**Work request:** From the listing, collect all lines containing the word "scratch".

**Information shown:**
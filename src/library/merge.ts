/** `mergeRunFolders`: put the folders of a sharded run back together — the `merge` command as a function. */
import { z } from 'zod';
import { mergeRuns, type MergeResult } from '../app/merge.ts';
import { DEFAULTS } from './defaults.ts';
import { abortSignal, flag, pathText, readOptions } from './options.ts';

/** The options of `mergeRunFolders` (the `merge` command's, by the same defaults). */
export interface MergeRunFoldersOptions {
  /** The shard folders of one run (every part of the same count, in any order). Required, at least one. */
  folders: string[];
  /** Folder for the merged tables; must be empty unless `force`. Required. */
  outDir: string;
  /** Replace the files of a non-empty `outDir`. Default false. */
  force?: boolean;
  /** Write report.html (when the shards have one). Default true. */
  report?: boolean;
  /** Aborting it stops the merge between record batches (a RunInterrupted error); `outDir` is left as it was. */
  signal?: AbortSignal;
}

/** What `mergeRunFolders` made: the merged result, the files written, the shard folders in order. */
export type MergeRunFoldersResult = MergeResult;

const schema: z.ZodType<MergeRunFoldersOptions> = z.strictObject({
  folders: z.array(pathText('a folder path (string)'), { error: 'a list of folder paths' }).min(1, { error: 'a list of at least one folder path' }),
  outDir: pathText('a folder path (string)'),
  force: flag().optional(),
  report: flag().optional(),
  signal: abortSignal().optional(),
});

/**
 * Merges the folders of a sharded run (`runScenario` with `shard`) into the tables the unsharded
 * run would have written, in `outDir`: the `merge` command. Problems are `InputError`s.
 */
export async function mergeRunFolders(options: MergeRunFoldersOptions): Promise<MergeRunFoldersResult> {
  const o = readOptions('mergeRunFolders', schema, options);
  return mergeRuns({ dirs: o.folders, outDir: o.outDir, force: o.force ?? DEFAULTS.force, report: o.report ?? DEFAULTS.report, signal: o.signal });
}
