/**
 * The runs whose every output file is pinned by a hash (test/fixtures/golden-hashes.json): the
 * three demo scenarios and the test fixture scenarios, with both engines where the exact engine
 * applies and on 1 and 2 worker threads, plus the other commands that write tables (kept traces,
 * analyze with a pipeline file, merge of shards, the report). The hashes were taken on main
 * before the source tree was reorganised (commit 0a6d843), so a move that changes one bit of one
 * table fails `test/golden/tables.test.ts`.
 *
 * Regenerate only when a change is meant to change numbers:
 *   node bin/run-ts.js test/support/make-golden-hashes.ts
 * and say in the commit which hashes changed and why.
 *
 * Everything runs through the command line in-process (`main`), whose arguments are stable
 * across reorganisations of the library.
 */
import { createHash } from 'node:crypto';
import { mkdtempSync, readdirSync, readFileSync, rmSync, writeFileSync } from 'node:fs';
import { tmpdir } from 'node:os';
import { join } from 'node:path';

/** One pinned command: its arguments (with OUT and WORK placeholders) and the files it checks. */
export interface GoldenRun {
  /** Key in the hash file. */
  id: string;
  /** Commands run in order; `OUT` is this run's folder, `WORK` a scratch folder shared by the steps. */
  steps: string[][];
  /** Files written to pipeline files in WORK before the steps. */
  files?: Record<string, string>;
}

const FIXTURES = 'test/fixtures/scenarios';
const DEMOS = ['scenarios/demo.yaml', 'scenarios/demo-components.yaml', 'scenarios/demo-sweep.yaml'];

/** Scenario, shot override (null: the file's own), and whether the exact engine applies. */
const SCENARIOS: [string, number | null, boolean][] = [
  [DEMOS[0]!, 20000, true],
  [DEMOS[1]!, 9000, false],
  [DEMOS[2]!, 4500, true],
  [`${FIXTURES}/small.yaml`, null, true],
  [`${FIXTURES}/pipelines.yaml`, null, false],
  [`${FIXTURES}/fused-mix.yaml`, null, true],
  [`${FIXTURES}/fused-two-state.yaml`, null, true],
  [`${FIXTURES}/shard-sweep.yaml`, null, true],
  [`${FIXTURES}/iq.yaml`, null, true],
];

const base = (file: string) => file.split('/').pop()!.replace(/\.yaml$/, '');

/** Every pinned run. */
export function goldenRuns(): GoldenRun[] {
  const runs: GoldenRun[] = [];
  for (const [file, shots, exact] of SCENARIOS) {
    for (const engine of exact ? ['traces', 'exact'] : ['traces']) {
      for (const workers of [1, 2]) {
        const args = ['run', file, '--out', 'OUT', '--quiet', '--no-report', '--engine', engine, '--workers', String(workers)];
        if (shots !== null) args.push('--shots', String(shots));
        runs.push({ id: `${base(file)}/${engine}/workers-${workers}`, steps: [args] });
      }
    }
  }
  // the fused exact path writes no shots table
  runs.push({ id: 'demo/exact/no-shots-table', steps: [['run', DEMOS[0]!, '--out', 'OUT', '--quiet', '--no-report', '--engine', 'exact', '--shots', '65536', '--no-shots-table']] });
  runs.push({ id: 'fused-mix/exact/no-shots-table', steps: [['run', `${FIXTURES}/fused-mix.yaml`, '--out', 'OUT', '--quiet', '--no-report', '--engine', 'exact', '--no-shots-table']] });
  // kept traces (the trace engine), raw and baseband
  runs.push({ id: 'small/keep-traces-raw', steps: [['run', `${FIXTURES}/small.yaml`, '--out', 'OUT', '--quiet', '--no-report', '--keep-traces', 'raw', '--shots', '2048']] });
  runs.push({ id: 'pipelines/keep-traces-baseband', steps: [['run', `${FIXTURES}/pipelines.yaml`, '--out', 'OUT', '--quiet', '--no-report', '--keep-traces', 'baseband', '--shots', '1024']] });
  // baseband I and Q: both raw channels kept
  runs.push({ id: 'iq/keep-traces-raw', steps: [['run', `${FIXTURES}/iq.yaml`, '--out', 'OUT', '--quiet', '--no-report', '--keep-traces', 'raw', '--shots', '2048']] });
  // analyze: recorded traces through a pipeline file, calibration stored and fresh
  runs.push({
    id: 'pipelines/analyze',
    files: {
      'matched.yaml': 'name: matched\nfilter: { butterworth: { order: 4, cutoff: 3 MHz } }\ndecimate: 5\nweights: matched\nthreshold: optimal\ncalibration: stored\n',
      'boxcar.yaml': 'name: boxcar\nthreshold: optimal\ncalibration: { labels: intended_outcome }\n',
    },
    steps: [
      ['run', `${FIXTURES}/pipelines.yaml`, '--out', 'WORK/raw', '--quiet', '--no-report', '--keep-traces', 'raw'],
      ['analyze', 'WORK/raw/traces.arrow', '--pipeline', 'WORK/matched.yaml', '--out', 'OUT/matched', '--labels', 'intended_outcome'],
      ['analyze', 'WORK/raw/traces.arrow', '--pipeline', 'WORK/boxcar.yaml', '--out', 'OUT/boxcar', '--labels', 'intended_outcome'],
    ],
  });
  // shards merged
  for (const engine of ['traces', 'exact']) {
    const shard = (k: number) => ['run', `${FIXTURES}/shard-sweep.yaml`, '--out', `WORK/shard-${k}`, '--quiet', '--no-report', '--engine', engine, '--shard', `${k}/3`];
    runs.push({
      id: `shard-sweep/${engine}/merged`,
      steps: [shard(1), shard(2), shard(3), ['merge', 'WORK/shard-1', 'WORK/shard-2', 'WORK/shard-3', '--out', 'OUT', '--no-report']],
    });
  }
  // the report: its page is built from the tables and the re-simulated examples
  runs.push({ id: 'demo-sweep/report', steps: [['run', DEMOS[2]!, '--out', 'OUT', '--quiet', '--shots', '2048', '--engine', 'exact']] });
  return runs;
}

/**
 * sha256 of every file under `dir` (relative paths, sorted), with `scratch` (the temporary folder,
 * which merge records in run.json) written as WORK.
 */
export function hashTree(dir: string, scratch: string): Record<string, string> {
  const out: Record<string, string> = {};
  const walk = (d: string, prefix: string) => {
    for (const e of readdirSync(d, { withFileTypes: true }).sort((a, b) => a.name.localeCompare(b.name))) {
      const rel = prefix ? `${prefix}/${e.name}` : e.name;
      if (e.isDirectory()) walk(join(d, e.name), rel);
      else {
        const bytes = readFileSync(join(d, e.name));
        const text = bytes.toString('latin1');
        const normalised = text.includes(scratch) ? Buffer.from(text.split(scratch).join('WORK'), 'latin1') : bytes;
        out[rel] = createHash('sha256').update(normalised).digest('hex');
      }
    }
  };
  walk(dir, '');
  return out;
}

/**
 * Runs one pinned run through `cli` (the command line's `main`, with its output captured) and
 * returns the hashes of what it wrote. Throws when a step exits non-zero.
 */
export async function runGolden(
  run: GoldenRun, cli: (args: string[]) => Promise<{ code: number; stderr: string }>,
): Promise<Record<string, string>> {
  const work = mkdtempSync(join(tmpdir(), 'singleshot-golden-'));
  const out = join(work, 'out');
  try {
    for (const [name, text] of Object.entries(run.files ?? {})) writeFileSync(join(work, name), text);
    for (const step of run.steps) {
      const args = step.map((a) => a.replace(/^OUT/, out).replace(/^WORK/, work));
      const r = await cli(args);
      if (r.code !== 0) throw new Error(`${run.id}: singleshot ${step.join(' ')} exited ${r.code}: ${r.stderr}`);
    }
    return hashTree(out, work);
  } finally {
    rmSync(work, { recursive: true, force: true });
  }
}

**Answer for this exercise:**
  /** Commands run in order; `OUT` is this run's folder, `WORK` a scratch folder shared by the steps. */
 * sha256 of every file under `dir` (relative paths, sorted), with `scratch` (the temporary folder,
export function hashTree(dir: string, scratch: string): Record<string, string> {
        const normalised = text.includes(scratch) ? Buffer.from(text.split(scratch).join('WORK'), 'latin1') : bytes;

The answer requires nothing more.